#### WHAT THE TASK REQUIRES
Search the entries below for the string "sides" and copy the lines that hold it.

** SOURCE DATA follows **

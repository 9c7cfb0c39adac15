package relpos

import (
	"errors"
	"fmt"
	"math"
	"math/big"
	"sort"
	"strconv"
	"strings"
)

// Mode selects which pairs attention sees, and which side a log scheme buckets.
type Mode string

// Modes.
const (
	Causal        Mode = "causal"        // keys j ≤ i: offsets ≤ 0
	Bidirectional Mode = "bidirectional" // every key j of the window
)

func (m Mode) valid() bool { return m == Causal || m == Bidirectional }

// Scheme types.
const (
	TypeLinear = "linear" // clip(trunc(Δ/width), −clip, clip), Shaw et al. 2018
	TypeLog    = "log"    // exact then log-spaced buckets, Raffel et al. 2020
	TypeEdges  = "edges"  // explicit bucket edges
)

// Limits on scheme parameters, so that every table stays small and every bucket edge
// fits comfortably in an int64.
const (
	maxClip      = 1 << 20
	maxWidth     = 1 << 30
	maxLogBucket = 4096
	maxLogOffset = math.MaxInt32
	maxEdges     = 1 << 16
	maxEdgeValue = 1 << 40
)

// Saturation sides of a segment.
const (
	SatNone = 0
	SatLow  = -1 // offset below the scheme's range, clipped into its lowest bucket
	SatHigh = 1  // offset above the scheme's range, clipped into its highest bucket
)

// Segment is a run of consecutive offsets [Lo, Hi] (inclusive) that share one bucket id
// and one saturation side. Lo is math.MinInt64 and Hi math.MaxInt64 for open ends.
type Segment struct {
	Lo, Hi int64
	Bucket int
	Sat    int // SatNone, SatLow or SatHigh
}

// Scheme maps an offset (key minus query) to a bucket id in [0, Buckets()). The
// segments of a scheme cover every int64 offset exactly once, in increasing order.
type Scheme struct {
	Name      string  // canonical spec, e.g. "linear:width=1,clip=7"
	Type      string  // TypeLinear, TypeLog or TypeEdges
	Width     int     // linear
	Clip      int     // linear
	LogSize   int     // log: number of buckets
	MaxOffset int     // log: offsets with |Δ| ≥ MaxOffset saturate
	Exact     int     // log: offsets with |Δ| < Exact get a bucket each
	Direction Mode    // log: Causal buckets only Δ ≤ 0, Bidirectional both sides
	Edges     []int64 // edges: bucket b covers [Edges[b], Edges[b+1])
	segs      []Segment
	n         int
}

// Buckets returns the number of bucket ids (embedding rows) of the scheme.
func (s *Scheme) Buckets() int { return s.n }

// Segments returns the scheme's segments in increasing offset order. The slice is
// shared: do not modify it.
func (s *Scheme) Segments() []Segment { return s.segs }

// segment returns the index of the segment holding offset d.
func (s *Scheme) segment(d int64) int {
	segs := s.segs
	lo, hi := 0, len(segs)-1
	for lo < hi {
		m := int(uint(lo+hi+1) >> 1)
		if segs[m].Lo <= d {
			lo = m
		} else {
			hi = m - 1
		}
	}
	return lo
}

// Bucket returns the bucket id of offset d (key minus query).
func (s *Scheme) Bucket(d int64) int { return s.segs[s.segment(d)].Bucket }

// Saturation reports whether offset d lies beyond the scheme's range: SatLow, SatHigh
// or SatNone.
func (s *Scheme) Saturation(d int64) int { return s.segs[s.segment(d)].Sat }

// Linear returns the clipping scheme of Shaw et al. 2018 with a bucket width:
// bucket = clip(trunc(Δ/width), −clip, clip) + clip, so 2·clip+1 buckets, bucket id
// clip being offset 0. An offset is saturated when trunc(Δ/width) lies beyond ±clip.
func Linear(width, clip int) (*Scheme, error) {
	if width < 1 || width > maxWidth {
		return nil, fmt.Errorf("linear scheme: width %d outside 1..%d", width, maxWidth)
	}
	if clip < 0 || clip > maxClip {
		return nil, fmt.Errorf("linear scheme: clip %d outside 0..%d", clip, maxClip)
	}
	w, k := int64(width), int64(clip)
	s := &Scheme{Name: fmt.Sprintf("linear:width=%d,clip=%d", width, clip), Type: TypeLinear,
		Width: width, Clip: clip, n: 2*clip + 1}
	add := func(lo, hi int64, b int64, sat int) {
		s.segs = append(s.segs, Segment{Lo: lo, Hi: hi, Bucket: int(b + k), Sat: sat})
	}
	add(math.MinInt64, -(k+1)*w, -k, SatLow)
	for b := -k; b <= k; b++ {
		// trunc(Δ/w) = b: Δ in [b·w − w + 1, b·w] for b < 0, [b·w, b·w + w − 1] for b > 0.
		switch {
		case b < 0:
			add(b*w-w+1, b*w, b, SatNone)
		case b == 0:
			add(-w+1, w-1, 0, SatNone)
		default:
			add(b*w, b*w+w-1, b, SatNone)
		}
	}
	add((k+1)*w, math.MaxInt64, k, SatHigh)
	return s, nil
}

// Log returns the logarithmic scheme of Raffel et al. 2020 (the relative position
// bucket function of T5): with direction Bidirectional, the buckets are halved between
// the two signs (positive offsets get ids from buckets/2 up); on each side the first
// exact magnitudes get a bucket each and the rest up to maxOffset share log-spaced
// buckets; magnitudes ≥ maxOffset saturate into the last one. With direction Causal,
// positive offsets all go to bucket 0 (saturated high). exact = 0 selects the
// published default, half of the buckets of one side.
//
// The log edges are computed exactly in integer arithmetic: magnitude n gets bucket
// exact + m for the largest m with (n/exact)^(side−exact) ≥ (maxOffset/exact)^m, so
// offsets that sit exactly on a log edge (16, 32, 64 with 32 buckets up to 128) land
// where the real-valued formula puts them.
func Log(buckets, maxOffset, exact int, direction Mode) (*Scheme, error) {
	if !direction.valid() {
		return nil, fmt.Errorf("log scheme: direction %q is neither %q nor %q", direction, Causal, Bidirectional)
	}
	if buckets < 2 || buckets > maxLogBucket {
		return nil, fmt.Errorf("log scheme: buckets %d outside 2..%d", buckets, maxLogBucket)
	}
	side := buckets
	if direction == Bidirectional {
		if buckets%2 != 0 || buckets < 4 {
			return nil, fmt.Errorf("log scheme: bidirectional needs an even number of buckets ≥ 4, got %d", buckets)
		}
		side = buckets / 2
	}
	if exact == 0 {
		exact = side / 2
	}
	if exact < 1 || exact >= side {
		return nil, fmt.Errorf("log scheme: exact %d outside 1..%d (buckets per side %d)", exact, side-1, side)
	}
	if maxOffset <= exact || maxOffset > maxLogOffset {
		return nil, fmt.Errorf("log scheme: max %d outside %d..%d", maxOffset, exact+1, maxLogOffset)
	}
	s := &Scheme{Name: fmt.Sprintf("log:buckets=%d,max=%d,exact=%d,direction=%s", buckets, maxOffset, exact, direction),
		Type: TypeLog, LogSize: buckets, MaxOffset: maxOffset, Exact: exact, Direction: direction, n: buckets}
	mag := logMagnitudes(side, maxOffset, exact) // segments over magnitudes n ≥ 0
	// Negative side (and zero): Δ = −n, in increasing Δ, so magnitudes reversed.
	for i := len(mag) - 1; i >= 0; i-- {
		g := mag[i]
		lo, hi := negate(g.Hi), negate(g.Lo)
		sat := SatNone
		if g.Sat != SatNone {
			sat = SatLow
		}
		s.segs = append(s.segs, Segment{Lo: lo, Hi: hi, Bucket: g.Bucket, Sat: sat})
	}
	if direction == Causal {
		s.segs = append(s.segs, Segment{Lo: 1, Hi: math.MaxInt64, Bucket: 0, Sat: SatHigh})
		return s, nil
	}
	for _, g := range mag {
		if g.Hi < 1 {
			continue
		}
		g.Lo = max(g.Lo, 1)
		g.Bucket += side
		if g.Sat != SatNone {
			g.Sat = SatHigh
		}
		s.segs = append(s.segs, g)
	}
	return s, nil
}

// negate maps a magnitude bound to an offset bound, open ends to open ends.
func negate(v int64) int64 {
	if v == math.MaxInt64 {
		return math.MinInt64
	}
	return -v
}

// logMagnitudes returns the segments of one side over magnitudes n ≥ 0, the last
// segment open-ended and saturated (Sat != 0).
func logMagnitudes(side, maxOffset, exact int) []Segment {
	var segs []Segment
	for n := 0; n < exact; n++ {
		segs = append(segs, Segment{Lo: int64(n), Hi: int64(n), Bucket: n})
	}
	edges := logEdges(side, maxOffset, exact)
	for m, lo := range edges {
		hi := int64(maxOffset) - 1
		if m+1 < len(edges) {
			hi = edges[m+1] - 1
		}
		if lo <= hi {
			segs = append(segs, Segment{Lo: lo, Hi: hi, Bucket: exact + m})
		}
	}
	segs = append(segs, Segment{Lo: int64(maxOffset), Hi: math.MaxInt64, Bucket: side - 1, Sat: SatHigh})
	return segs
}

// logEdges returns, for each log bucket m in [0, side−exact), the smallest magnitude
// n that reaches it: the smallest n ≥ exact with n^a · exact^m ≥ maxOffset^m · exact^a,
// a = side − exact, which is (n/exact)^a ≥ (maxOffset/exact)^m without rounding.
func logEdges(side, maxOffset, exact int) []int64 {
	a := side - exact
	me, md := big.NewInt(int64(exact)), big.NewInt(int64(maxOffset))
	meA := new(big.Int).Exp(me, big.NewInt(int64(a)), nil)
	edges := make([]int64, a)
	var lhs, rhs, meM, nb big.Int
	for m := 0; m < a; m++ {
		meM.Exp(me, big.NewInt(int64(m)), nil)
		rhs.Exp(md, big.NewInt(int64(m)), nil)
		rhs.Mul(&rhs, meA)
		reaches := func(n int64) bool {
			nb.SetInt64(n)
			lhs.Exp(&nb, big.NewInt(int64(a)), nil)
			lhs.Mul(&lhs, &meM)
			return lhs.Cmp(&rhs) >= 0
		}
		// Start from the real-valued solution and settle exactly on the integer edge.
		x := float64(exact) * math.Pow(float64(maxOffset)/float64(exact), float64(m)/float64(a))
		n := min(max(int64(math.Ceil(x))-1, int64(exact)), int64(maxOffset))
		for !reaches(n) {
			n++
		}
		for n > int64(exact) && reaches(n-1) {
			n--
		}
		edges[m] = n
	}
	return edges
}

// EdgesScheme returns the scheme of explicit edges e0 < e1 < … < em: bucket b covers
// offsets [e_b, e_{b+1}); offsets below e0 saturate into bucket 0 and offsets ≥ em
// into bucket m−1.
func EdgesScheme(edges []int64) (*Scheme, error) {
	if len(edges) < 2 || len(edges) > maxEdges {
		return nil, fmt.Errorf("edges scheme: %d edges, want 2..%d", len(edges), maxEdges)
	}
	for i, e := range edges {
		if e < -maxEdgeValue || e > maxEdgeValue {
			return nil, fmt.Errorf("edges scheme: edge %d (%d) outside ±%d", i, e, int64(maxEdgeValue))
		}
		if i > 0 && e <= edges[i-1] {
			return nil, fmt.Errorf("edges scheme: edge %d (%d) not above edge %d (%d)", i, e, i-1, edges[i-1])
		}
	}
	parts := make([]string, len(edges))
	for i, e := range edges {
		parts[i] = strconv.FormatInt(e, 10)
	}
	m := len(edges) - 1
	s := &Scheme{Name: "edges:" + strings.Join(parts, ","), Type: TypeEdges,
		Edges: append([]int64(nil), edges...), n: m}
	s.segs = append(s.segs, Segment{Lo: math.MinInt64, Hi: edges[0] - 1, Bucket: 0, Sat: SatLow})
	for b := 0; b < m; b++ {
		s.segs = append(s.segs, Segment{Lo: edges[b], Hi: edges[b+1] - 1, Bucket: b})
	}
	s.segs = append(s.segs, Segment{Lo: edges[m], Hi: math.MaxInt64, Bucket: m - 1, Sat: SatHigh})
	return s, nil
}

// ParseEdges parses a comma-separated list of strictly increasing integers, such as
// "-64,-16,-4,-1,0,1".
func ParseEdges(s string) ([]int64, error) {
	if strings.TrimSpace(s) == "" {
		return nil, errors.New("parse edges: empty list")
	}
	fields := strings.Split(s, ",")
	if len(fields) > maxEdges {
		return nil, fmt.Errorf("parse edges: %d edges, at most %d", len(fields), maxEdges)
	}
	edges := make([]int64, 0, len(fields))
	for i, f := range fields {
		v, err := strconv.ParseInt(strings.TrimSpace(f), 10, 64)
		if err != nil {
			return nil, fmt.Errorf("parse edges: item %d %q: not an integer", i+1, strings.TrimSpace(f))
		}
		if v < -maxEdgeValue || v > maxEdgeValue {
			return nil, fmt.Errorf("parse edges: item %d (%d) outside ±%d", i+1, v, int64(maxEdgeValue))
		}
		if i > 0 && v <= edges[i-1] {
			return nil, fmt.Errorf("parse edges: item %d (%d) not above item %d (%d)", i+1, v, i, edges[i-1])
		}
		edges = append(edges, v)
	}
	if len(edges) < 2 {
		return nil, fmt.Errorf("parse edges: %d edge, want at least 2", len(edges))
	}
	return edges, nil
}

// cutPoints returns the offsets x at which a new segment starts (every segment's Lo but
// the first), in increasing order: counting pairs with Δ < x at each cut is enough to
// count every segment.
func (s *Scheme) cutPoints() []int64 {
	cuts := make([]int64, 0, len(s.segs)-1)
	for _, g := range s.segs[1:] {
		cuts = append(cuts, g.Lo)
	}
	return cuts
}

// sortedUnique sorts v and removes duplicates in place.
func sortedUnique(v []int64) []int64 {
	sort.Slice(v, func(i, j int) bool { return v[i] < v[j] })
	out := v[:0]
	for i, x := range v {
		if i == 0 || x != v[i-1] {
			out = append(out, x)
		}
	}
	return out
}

** End of SOURCE DATA **

#### ANSWER FOR THE TASK
// Saturation sides of a segment.
	Direction Mode    // log: Causal buckets only Δ ≤ 0, Bidirectional both sides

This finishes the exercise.